People stopped to stare and to salute the traffic jam of Nazi flags and banners the soldiers were carrying-an entire haberdasher’s store of red and black and white curtain material. Others came running, full of patriotic enthusiasm to do the same. Children were hoisted onto broad shoulders or slipped through a policeman’s legs so as not to miss anything. Only the man standing next to me seemed less than enthusiastic.

“You mark my words,” he said. “That crazy idiot Hitler means to have another war with England and France.

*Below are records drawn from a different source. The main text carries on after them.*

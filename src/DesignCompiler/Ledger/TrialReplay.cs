using DesignCompiler.Binding;
using DesignCompiler.Diagnostics;
using DesignCompiler.Planning;

namespace DesignCompiler.Ledger;

/// <summary>
/// Rebuilds what the planner knew before a round from the ledger: every earlier issued plan is
/// taken in with <see cref="TrialState.Issue"/> (stock used, arms dropped, the arm on each plot
/// for rotation rules), every recorded value
/// with <see cref="TrialState.Record"/>. Arms are matched by code, so a design amended to
/// reorder its arms still replays. Values are added in sheet order within each round, never in
/// the order a file listed them, so the same results always give the same sums to the last bit.
/// </summary>
public static class TrialReplay
{
    /// <summary>The state before <paramref name="round"/> is planned: rounds before it, issued and recorded.</summary>
    public static LedgerResult<TrialState> Before(CheckedDesign design, LedgerHistory history, int round) =>
        Replay(design, history.Rounds.Where(r => r.Round < round), history.Rounds.Where(r => r.Round < round));

    /// <summary>
    /// The state as it stands: every issued round counts against stock and drops, the results
    /// of every recorded round are in. This is what <c>status</c> shows.
    /// </summary>
    public static LedgerResult<TrialState> Now(CheckedDesign design, LedgerHistory history) =>
        Replay(design, history.Rounds, history.Rounds);

    /// <summary>The state after the first <paramref name="recorded"/> rounds' results, with the plans issued up to then.</summary>
    public static LedgerResult<TrialState> AfterRecorded(CheckedDesign design, LedgerHistory history, int recorded) =>
        Replay(design, history.Rounds.Where(r => r.Round <= recorded), history.Rounds.Where(r => r.Round <= recorded));

    private static LedgerResult<TrialState> Replay(CheckedDesign design, IEnumerable<IssuedRound> issued, IEnumerable<IssuedRound> recorded)
    {
        var state = new TrialState(design.Arms.Count);
        var problems = new List<Diagnostic>();
        var index = design.Arms.ToDictionary(a => a.Code, a => a.Index, StringComparer.Ordinal);

        foreach (var round in issued)
        {
            var plan = round.ReadPlan();
            var arms = new List<ArmPlan>();
            foreach (var arm in plan.Arms)
            {
                if (index.TryGetValue(arm.Code, out var i)) arms.Add(arm with { Index = i });
                else if (arm.Plots > 0 || arm.Status == ArmStatus.Dropped) problems.Add(Unknown(design, arm.Code, round.Round));
            }
            // Rotation rules read the arm on every plot, so the plots carry the current design's indices too.
            var plots = plan.Assignments.Select(a => a with { Arm = index.GetValueOrDefault(a.ArmCode, a.Arm) }).ToList();
            state.Issue(plan with { Arms = arms, Assignments = plots });
        }

        var blockOfPlot = new Dictionary<(int Round, string Plot), int>();
        foreach (var round in issued)
            foreach (var a in round.ReadPlan().Assignments)
                blockOfPlot[(round.Round, a.PlotId)] = a.BlockIndex;

        foreach (var round in recorded.Where(r => r.Recording is not null))
        {
            foreach (var outcome in round.Recording!.Outcomes)
            {
                if (outcome.Value is not { } value) continue;
                var block = blockOfPlot.GetValueOrDefault((round.Round, outcome.PlotId));
                if (index.TryGetValue(outcome.Arm, out var i)) state.Record(i, value, block, round.Round);
                else problems.Add(Unknown(design, outcome.Arm, round.Round));
            }
            state.RoundsCompleted++;
        }

        var distinct = problems.DistinctBy(p => p.Message).ToList();
        return distinct.Count > 0 ? LedgerResult<TrialState>.Fail(distinct) : LedgerResult<TrialState>.Ok(state);
    }

    private static Diagnostic Unknown(CheckedDesign design, string code, int round) =>
        new(LedgerDiagnostics.RecordedArmUnknown, SourceLocation.File(design.Source.Path), [code, round]);
}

As if we didn’t lose enough men the last time. All this marching up and down makes me sick. It might have been God who invented the devil, but it was Austria that gave us the Leader.”

The man uttering these words had a face like the Golem of Prague and a barrel-shaped body that belonged on a beer cart. He wore a short leather coat and a cap with a peak that grew straight out of his forehead. He had ears like an Indian elephant, a mustache like a toilet brush, and more chins than the Shanghai telephone directory. Even before he flicked the end of his cigarette at the brass band and hit the bass drum, a gap had opened around this ill-advised commentator, as if he were carrying a deadly disease. And no one wanted to be around when the Gestapo showed up with its own idea of a cure.

I turned away and walked quickly down Hedemann Strasse. It was a warm day, almost the end of September, when a word like “summer” made me think of something precious that was soon to be forgotten. Like freedom and justice. “ Germany awake” was the slogan on everyone’s lips, only it appeared to me that we were clock-stepping in our sleep toward some terrible but as yet unknown disaster. This didn’t mean I was ever going to be foolish enough to say so in public, and certainly not when strangers were listening. I had principles, sure, but I also had all my own teeth.